I think it looks very nice. I've got a Volmax Aviator with Poljot bracelet but every time I see one like yours, I get the urge for a Poljot/Strela or vintage Russian chronograph.

cheers,

gigfy


----------



## jmm1 (Aug 18, 2009)

I've owned afew russian watches in the past and in my opinion they look far better on a good leather.


----------



## mrteatime (Oct 25, 2006)

i have to agree.....the strela looks best on a nice leather....that bracelet is a little on the blingy side for me to....however, if you like it dude......


----------



## sangman2000 (Mar 30, 2008)

IMHO it looks great


----------



## Russ Cook (Feb 12, 2006)

Very Nice,i realy do like the the re-issues. :thumbsup:

Regards,

Russ.


----------



## dapper (Jun 18, 2004)

AndrewT said:


> What do people think?


I think it looks like a good quality bracelet & the multi-link style suits the watch well :yes:

A bund suits the Strela too....










Cheers


----------



## lewjamben (Dec 4, 2007)

I find a simple NATO works well on it:










Personally, I'm not a fan of bracelets, so I'm biased anyway!


----------



## sheepshearer (Oct 27, 2009)

lewjamben - i'm with you on the NATO - or brown leather.
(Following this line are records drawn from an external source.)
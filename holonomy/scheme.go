package holonomy

import (
	"errors"
	"fmt"
	"math"
	"math/cmplx"
)

// Level is one state of a level scheme.
type Level struct {
	// Name identifies the level in files and messages.
	Name string
	// Detuning is the static energy Δ_k of the level in rad/s (ħ = 1);
	// it adds Δ_k|k⟩⟨k| to H.
	Detuning float64
	// Decay is the population loss rate Γ_k out of the level in 1/s.
	// It enters only non-Hermitian propagation as −iΓ_k/2 |k⟩⟨k|.
	Decay float64
}

// Channel is one drive coupling a lower level to an upper level.
type Channel struct {
	// Name identifies the channel in files and messages.
	Name string
	// Lower and Upper are level indices; they must differ.
	Lower, Upper int
	// Factor is the matrix-element factor multiplying the drive
	// (for spin-s ladders the Clebsch–Gordan factor √(s(s+1)−m(m+1))).
	Factor float64
}

// Scheme is a level scheme seen as a coupling graph: levels joined by drive
// channels. A control point (see Point) gives every channel a complex drive
// Ω_c e^{iφ_c} and every level an extra detuning. The Hamiltonian is
//
//	H/ħ = Σ_k (Δ_k + δ_k)|k⟩⟨k| + Σ_c (f_c/2)(Ω_c e^{iφ_c}|u_c⟩⟨l_c| + h.c.)
//
// in angular units (rad/s), where f_c is the channel's Factor.
type Scheme struct {
	// Name is a short description ("tripod", "lambda", "spin-1/2", ...).
	Name string
	// Levels are the states of the scheme, 2 to 16 of them.
	Levels []Level
	// Channels are the drive couplings.
	Channels []Channel
	// Computational lists the levels spanning the computational subspace
	// (for a qubit, the two qubit levels, |0⟩ first).
	Computational []int
}

// MaxLevels is the largest number of levels a Scheme may have.
const MaxLevels = 16

// Point is one point R of control space for a Scheme.
type Point struct {
	// Drive holds Ω_c e^{iφ_c} per channel in rad/s (the Rabi frequency is
	// the modulus, the phase the argument).
	Drive []complex128
	// Detuning holds a controlled detuning δ_k per level in rad/s, added to
	// the level's static Detuning. A nil slice means all zero.
	Detuning []float64
}

// NewPoint returns a zero control point shaped for s.
func (s *Scheme) NewPoint() Point {
	return Point{Drive: make([]complex128, len(s.Channels)), Detuning: make([]float64, len(s.Levels))}
}

// Dim returns the number of levels.
func (s *Scheme) Dim() int { return len(s.Levels) }

// Validate reports whether the scheme is well formed: 2–16 levels with
// distinct names, finite detunings and non-negative finite decay rates; at
// least one channel, channels with distinct names joining two distinct
// existing levels with finite non-zero factors (several channels may join the
// same pair; their couplings add); and 1 to n computational levels that exist
// and are distinct. Any coupling graph meeting these rules is accepted.
func (s *Scheme) Validate() error {
	n := len(s.Levels)
	if n < 2 || n > MaxLevels {
		return fmt.Errorf("level scheme has %d levels; need 2 to %d", n, MaxLevels)
	}
	names := make(map[string]bool, n)
	for i, l := range s.Levels {
		if l.Name == "" {
			return fmt.Errorf("level %d has no name", i)
		}
		if names[l.Name] {
			return fmt.Errorf("level name %q is used twice", l.Name)
		}
		names[l.Name] = true
		if !finite(l.Detuning) || !finite(l.Decay) || l.Decay < 0 {
			return fmt.Errorf("level %q: detuning and decay must be finite and decay non-negative", l.Name)
		}
	}
	if len(s.Channels) == 0 {
		return errors.New("level scheme has no drive channels")
	}
	chNames := make(map[string]bool, len(s.Channels))
	for i, c := range s.Channels {
		if c.Name == "" {
			return fmt.Errorf("channel %d has no name", i)
		}
		if chNames[c.Name] {
			return fmt.Errorf("channel name %q is used twice", c.Name)
		}
		chNames[c.Name] = true
		if c.Lower < 0 || c.Lower >= n || c.Upper < 0 || c.Upper >= n {
			return fmt.Errorf("channel %q joins a level that does not exist", c.Name)
		}
		if c.Lower == c.Upper {
			return fmt.Errorf("channel %q couples level %q to itself", c.Name, s.Levels[c.Lower].Name)
		}
		if !finite(c.Factor) || c.Factor == 0 {
			return fmt.Errorf("channel %q: matrix-element factor must be finite and non-zero", c.Name)
		}
	}
	if len(s.Computational) == 0 || len(s.Computational) > n {
		return fmt.Errorf("level scheme needs 1 to %d computational levels, has %d", n, len(s.Computational))
	}
	seen := make(map[int]bool)
	for _, k := range s.Computational {
		if k < 0 || k >= n {
			return fmt.Errorf("computational level index %d is not in the scheme", k)
		}
		if seen[k] {
			return fmt.Errorf("computational level %q is listed twice", s.Levels[k].Name)
		}
		seen[k] = true
	}
	return nil
}

// Hamiltonian writes the Hermitian Hamiltonian H(R)/ħ at control point p into
// dst (n×n, rad/s). Level decay is not included. It does not allocate.
func (s *Scheme) Hamiltonian(dst *Mat, p Point) {
	n := len(s.Levels)
	if dst.R != n || dst.C != n || len(p.Drive) != len(s.Channels) || (p.Detuning != nil && len(p.Detuning) != n) {
		panic("holonomy: Scheme.Hamiltonian: dimension mismatch")
	}
	dst.Zero()
	for k, l := range s.Levels {
		d := l.Detuning
		if p.Detuning != nil {
			d += p.Detuning[k]
		}
		dst.Data[k*n+k] = complex(d, 0)
	}
	for c, ch := range s.Channels {
		v := p.Drive[c] * complex(ch.Factor/2, 0)
		dst.Data[ch.Upper*n+ch.Lower] += v
		dst.Data[ch.Lower*n+ch.Upper] += cmplx.Conj(v)
	}
}

// Tripod returns the tripod scheme: ground levels g0, g1 (the qubit) and an
// auxiliary ground level a, each coupled to one excited level e by channels
// p0, p1 and pa. With all three drives on resonance it has two zero-energy
// dark states (Duan, Cirac and Zoller, Science 292, 1695 (2001)).
func Tripod() *Scheme {
	return &Scheme{
		Name:   "tripod",
		Levels: []Level{{Name: "g0"}, {Name: "g1"}, {Name: "a"}, {Name: "e"}},
		Channels: []Channel{
			{Name: "p0", Lower: 0, Upper: 3, Factor: 1},
			{Name: "p1", Lower: 1, Upper: 3, Factor: 1},
			{Name: "pa", Lower: 2, Upper: 3, Factor: 1},
		},
		Computational: []int{0, 1},
	}
}

// Lambda returns the Λ scheme: qubit levels g0, g1 each coupled to one
// excited level e by channels p0 and p1 (Sjöqvist et al., New J. Phys. 14,
// 103035 (2012)).
func Lambda() *Scheme {
	return &Scheme{
		Name:   "lambda",
		Levels: []Level{{Name: "g0"}, {Name: "g1"}, {Name: "e"}},
		Channels: []Channel{
			{Name: "p0", Lower: 0, Upper: 2, Factor: 1},
			{Name: "p1", Lower: 1, Upper: 2, Factor: 1},
		},
		Computational: []int{0, 1},
	}
}

// Spin returns a spin-s ladder (s = twoS/2, twoS from 1 to 15) in a magnetic
// field whose direction is the control. Level k has magnetic quantum number
// m = s − k and is named "m=+1/2", "m=0", ... . Channel k joins level k+1
// (m−1, lower) to level k (m, upper) with Clebsch–Gordan factor
// √(s(s+1) − m(m−1)). Use SpinPoint to set a field direction. The
// computational levels are given by index.
func Spin(twoS int, computational ...int) *Scheme {
	if twoS < 1 || twoS > MaxLevels-1 {
		panic("holonomy: Spin: 2s must be 1 to 15")
	}
	s := float64(twoS) / 2
	n := twoS + 1
	sc := &Scheme{Name: fmt.Sprintf("spin-%s", halfName(twoS)), Computational: computational}
	for k := 0; k < n; k++ {
		sc.Levels = append(sc.Levels, Level{Name: "m=" + signedHalf(twoS-2*k)})
	}
	for k := 0; k+1 < n; k++ {
		m := s - float64(k)
		sc.Channels = append(sc.Channels, Channel{
			Name:   fmt.Sprintf("x%d", k),
			Lower:  k + 1,
			Upper:  k,
			Factor: math.Sqrt(s*(s+1) - m*(m-1)),
		})
	}
	return sc
}

// SpinPoint writes into p the control point of a spin scheme made by Spin
// for the Hamiltonian H = ω n·S with n = (sinθ cosφ, sinθ sinφ, cosθ):
// drives ω sinθ e^{−iφ} on every channel and detunings ω cosθ·m.
//
// It panics if p is not shaped for a spin scheme (one more detuning than
// drives).
func SpinPoint(p Point, omega, theta, phi float64) {
	n := len(p.Detuning)
	if n < 2 || len(p.Drive) != n-1 {
		panic("holonomy: SpinPoint: point is not shaped for a spin scheme")
	}
	s := float64(n-1) / 2
	st, ct := math.Sincos(theta)
	d := cmplx.Rect(omega*st, -phi)
	for k := range p.Drive {
		p.Drive[k] = d
	}
	for k := 0; k < n; k++ {
		p.Detuning[k] = omega * ct * (s - float64(k))
	}
}

// TripodPoint writes into p the control point of the Tripod scheme in the
// parametrisation of Duan, Cirac and Zoller, Science 292, 1695 (2001): real
// drives
//
//	Ω₀ = Ω sinθ cosφ (channel p0),  Ω₁ = Ω sinθ sinφ (p1),  Ω_a = Ω cosθ (pa),
//
// with total Rabi frequency omega = Ω in rad/s and no controlled detuning.
// At θ = 0 the dark subspace is spanned by the qubit levels g0 and g1, so
// loops based there give holonomies acting on the qubit directly.
//
// It panics if p is not shaped for a tripod (3 drives, 4 detunings or nil).
func TripodPoint(p Point, omega, theta, phi float64) {
	if len(p.Drive) != 3 || (p.Detuning != nil && len(p.Detuning) != 4) {
		panic("holonomy: TripodPoint: point is not shaped for a tripod")
	}
	st, ct := math.Sincos(theta)
	sp, cp := math.Sincos(phi)
	p.Drive[0] = complex(omega*st*cp, 0)
	p.Drive[1] = complex(omega*st*sp, 0)
	p.Drive[2] = complex(omega*ct, 0)
	for k := range p.Detuning {
		p.Detuning[k] = 0
	}
}

// LambdaPoint writes into p the control point of the Lambda scheme in the
// parametrisation of Sjöqvist et al., New J. Phys. 14, 103035 (2012):
//
//	Ω₀ = Ω sin(θ/2) e^{iφ} (channel p0),  Ω₁ = −Ω cos(θ/2) (channel p1),
//
// with Rabi frequency omega = Ω in rad/s. The drives couple e to the bright
// state |b⟩ = sin(θ/2)e^{−iφ}|g0⟩ − cos(θ/2)|g1⟩ with Rabi frequency Ω; the
// orthogonal qubit state is dark. A resonant pulse of area ∫Ω dt = 2π at
// fixed (θ, φ) returns |b⟩ to itself with a sign change and so acts on the
// qubit as n·σ with n = (sinθ cosφ, sinθ sinφ, cosθ).
//
// It panics if p is not shaped for a Λ scheme (2 drives, 3 detunings or nil).
func LambdaPoint(p Point, omega, theta, phi float64) {
	if len(p.Drive) != 2 || (p.Detuning != nil && len(p.Detuning) != 3) {
		panic("holonomy: LambdaPoint: point is not shaped for a Λ scheme")
	}
	sh, ch := math.Sincos(theta / 2)
	p.Drive[0] = cmplx.Rect(omega*sh, phi)
	p.Drive[1] = complex(-omega*ch, 0)
	for k := range p.Detuning {
		p.Detuning[k] = 0
	}
}

// LevelIndex returns the index of the level called name, or −1.
func (s *Scheme) LevelIndex(name string) int {
	for i, l := range s.Levels {
		if l.Name == name {
			return i
		}
	}
	return -1
}

// ChannelIndex returns the index of the channel called name, or −1.
func (s *Scheme) ChannelIndex(name string) int {
	for i, c := range s.Channels {
		if c.Name == name {
			return i
		}
	}
	return -1
}

// CheckPoint reports whether p is shaped for s (one drive per channel, one
// detuning per level or none) and holds only finite values.
func (s *Scheme) CheckPoint(p Point) error {
	if len(p.Drive) != len(s.Channels) {
		return fmt.Errorf("control point has %d drives for %d channels", len(p.Drive), len(s.Channels))
	}
	if p.Detuning != nil && len(p.Detuning) != len(s.Levels) {
		return fmt.Errorf("control point has %d detunings for %d levels", len(p.Detuning), len(s.Levels))
	}
	for c, d := range p.Drive {
		if !finite(real(d)) || !finite(imag(d)) {
			return fmt.Errorf("channel %q: drive %v is not finite", s.Channels[c].Name, d)
		}
	}
	for k, d := range p.Detuning {
		if !finite(d) {
			return fmt.Errorf("level %q: detuning %v is not finite", s.Levels[k].Name, d)
		}
	}
	return nil
}

func halfName(twoS int) string {
	if twoS%2 == 0 {
		return fmt.Sprint(twoS / 2)
	}
	return fmt.Sprintf("%d/2", twoS)
}

func signedHalf(twoM int) string {
	switch {
	case twoM > 0:
		return "+" + halfName(twoM)
	case twoM < 0:
		return "-" + halfName(-twoM)
	}
	return "0"
}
the bracelet doesn't do it for me, but i'm glad i've seen it done


----------



## stewy (Aug 13, 2008)

AndrewT said:


> A while ago I picked up an "ex-Poljot" Strela used, and stap me if I'm not obsessed with it. It's a bit on the small side even though it has a generous lug-to-lug length, and a wide dial. But part of that was because of the thin, insubstantial strap, so I sprung for a bracelet from one of the many Strela re-issue e-tailers (poljot24). This is a new version, with 9 links vs 5, and a slightly retro feel, almost like a beads-of-rice bracelet. It's 20mm wide and has 19mm endlinks to suit the case. The endlinks are cheap folded steel, one of which had to be adjusted and still isn't quite right, but the bracelet is pretty good. Well finished and engraved (or very deeply etched) with POLJOT and the logo at the butterfly clasp. It uses pushpins, but if it's good enough for an Omega Planet Ocean...
> 
> What do people think?


have a few poljots like the bracelet but prefer leather with poljot branded clasp


----------



## janicko (Jan 14, 2010)

the bracelet looks really good on the watch. i personallz preffer leather


----------



## chris l (Aug 5, 2005)

I wore mine on a 20mm filed down brushed stainless bracelet; looked very good, better than the original leather, which was, IMHO, too skinny, as are the Amphibia originals...


----------